Scan the records and identify every line in which the string "mulSchoolbook" occurs, then return those lines.

Raw data ▸
┄┄┄┄┄┄

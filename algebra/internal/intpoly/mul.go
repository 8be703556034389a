package intpoly

import (
	"math/big"
	"math/bits"
)

// kroneckerTwo is the size of a packed product, in words, from which two
// products of half the size measure faster than one.
var kroneckerTwo = 300

// Mul returns p q. Short products are formed coefficient by coefficient; long
// ones by Kronecker substitution, at the cost of one product of integers of
// (deg p + deg q)(bits of a result coefficient) bits, or two of half the size.
//
// Source: von zur Gathen and Gerhard, Modern Computer Algebra, section 8.4.
func Mul(p, q Poly) Poly {
	if len(p) == 0 || len(q) == 0 {
		return nil
	}
	n, bp, bq := min(len(p), len(q)), p.maxBits(), q.maxBits()
	size := bp + bq + bits.Len(uint(n)) // of a coefficient of the product
	k := wordsFor(size)
	switch {
	case bp <= bits.UintSize && bq <= bits.UintSize && k <= len(mulWordTerms) && n <= mulWordTerms[k-1]:
		return mulWord(p, q, k)
	case k <= len(mulFlatTerms) && n <= mulFlatTerms[k-1]:
		return mulFlat(p, q, k)
	case n <= 2 || n <= 16 && bp+bq > 12*bits.UintSize:
		return mulSchoolbook(p, q)
	case (len(p)+len(q))*k > kroneckerTwo:
		return mulKroneckerTwo(p, q, size+1)
	}
	return mulKronecker(p, q, size+1)
}

// mulSchoolbook returns p q, non-zero factors, in deg p deg q products.
func mulSchoolbook(p, q Poly) Poly {
	r := make(Poly, len(p)+len(q)-1)
	cells := make([]big.Int, len(r))
	for i := range r {
		r[i] = &cells[i]
	}
	var t big.Int
	for i, a := range p {
		if a.Sign() == 0 {
			continue
		}
		for j, b := range q {
			if b.Sign() != 0 {
				r[i+j].Add(r[i+j], t.Mul(a, b))
			}
		}
	}
	return r
}

// mulKronecker returns p q, non-zero factors, from p(2^slot) q(2^slot), with
// every coefficient of the product below 2^(slot-1) in size.
func mulKronecker(p, q Poly, slot int) Poly {
	x := pack(p, slot)
	if same(p, q) {
		x.Mul(x, x)
	} else {
		x.Mul(x, pack(q, slot))
	}
	return trim(unpack(x, slot, len(p)+len(q)-1))
}

// same reports whether p and q share their memory.
func same(p, q Poly) bool { return len(p) == len(q) && &p[0] == &q[0] }

// mulKroneckerTwo is mulKronecker from the values at 2^h and -2^h, 2h = slot or
// slot + 1: with p = e(s^2) + s o(s^2), these are e(2^slot) +- 2^h o(2^slot).
//
// Source: Harvey, Faster polynomial multiplication via multipoint Kronecker
// substitution, J. Symbolic Computation 44 (2009), section 3.1.
func mulKroneckerTwo(p, q Poly, slot int) Poly {
	h := (slot + 1) / 2
	plus, minus := packTwo(p, h)
	if same(p, q) {
		plus.Mul(plus, plus)
		minus.Mul(minus, minus)
	} else {
		plusQ, minusQ := packTwo(q, h)
		plus.Mul(plus, plusQ)
		minus.Mul(minus, minusQ)
	}
	n := len(p) + len(q) - 1
	even := new(big.Int).Add(plus, minus)
	odd := plus.Sub(plus, minus)
	r := make(Poly, n)
	for i, c := range unpack(even.Rsh(even, 1), 2*h, (n+1)/2) {
		r[2*i] = c
	}
	for i, c := range unpack(odd.Rsh(odd, uint(h+1)), 2*h, n/2) {
		r[2*i+1] = c
	}
	return trim(r)
}

// packTwo returns p(2^h) and p(-2^h).
func packTwo(p Poly, h int) (plus, minus *big.Int) {
	var parts [2]Poly
	for i, c := range p {
		parts[i%2] = append(parts[i%2], c)
	}
	even, odd := pack(parts[0], 2*h), pack(parts[1], 2*h)
	odd.Lsh(odd, uint(h))
	return new(big.Int).Add(even, odd), even.Sub(even, odd)
}

// pack returns p(2^slot). Every coefficient must be below 2^slot in size.
func pack(p Poly, slot int) *big.Int {
	size := (len(p)*slot)/bits.UintSize + 2
	words := make([]big.Word, 2*size)
	pos, neg := words[:size:size], words[size:]
	anyNeg := false
	for i, c := range p {
		dst := pos
		if c.Sign() < 0 {
			dst, anyNeg = neg, true
		}
		at, shift := i*slot/bits.UintSize, uint(i*slot%bits.UintSize)
		for _, w := range c.Bits() {
			dst[at] |= w << shift
			dst[at+1] |= w >> (bits.UintSize - shift) // 0 for shift 0
			at++
		}
	}
	x := new(big.Int).SetBits(pos)
	if anyNeg {
		x.Sub(x, new(big.Int).SetBits(neg))
	}
	return x
}

// unpack returns the polynomial of n coefficients in [-2^(slot-1), 2^(slot-1))
// whose value at 2^slot is x, leading zeros included.
func unpack(x *big.Int, slot, n int) Poly {
	words := x.Bits()
	flip := x.Sign() < 0
	width := (slot + bits.UintSize - 1) / bits.UintSize
	topBits := uint(slot - (width-1)*bits.UintSize) // 1..word size, in the top word
	mask := ^big.Word(0) >> (bits.UintSize - topBits)
	store := make([]big.Word, n*width)
	cells := make([]big.Int, n)
	p := make(Poly, n)
	carry := false
	at := func(i int) big.Word {
		if i < len(words) {
			return words[i]
		}
		return 0
	}
	for i := range p {
		v := store[i*width : (i+1)*width : (i+1)*width]
		from, shift := i*slot/bits.UintSize, uint(i*slot%bits.UintSize)
		for j := range v {
			v[j] = at(from+j)>>shift | at(from+j+1)<<(bits.UintSize-shift)
		}
		v[width-1] &= mask
		if carry {
			carry = increment(v)
			if v[width-1]&^mask != 0 {
				v[width-1] &= mask
				carry = true
			}
		}
		// A digit of the upper half stands for itself less 2^slot.
		negative := v[width-1]>>(topBits-1)&1 == 1
		if negative {
			carry = true
			for j := range v {
				v[j] = ^v[j]
			}
			v[width-1] &= mask
			increment(v)
		}
		p[i] = cells[i].SetBits(v)
		if negative != flip {
			p[i].Neg(p[i])
		}
	}
	return p
}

┄┄┄┄┄┄

Answer to this exercise ▸
		return mulSchoolbook(p, q)
// mulSchoolbook returns p q, non-zero factors, in deg p deg q products.
func mulSchoolbook(p, q Poly) Poly {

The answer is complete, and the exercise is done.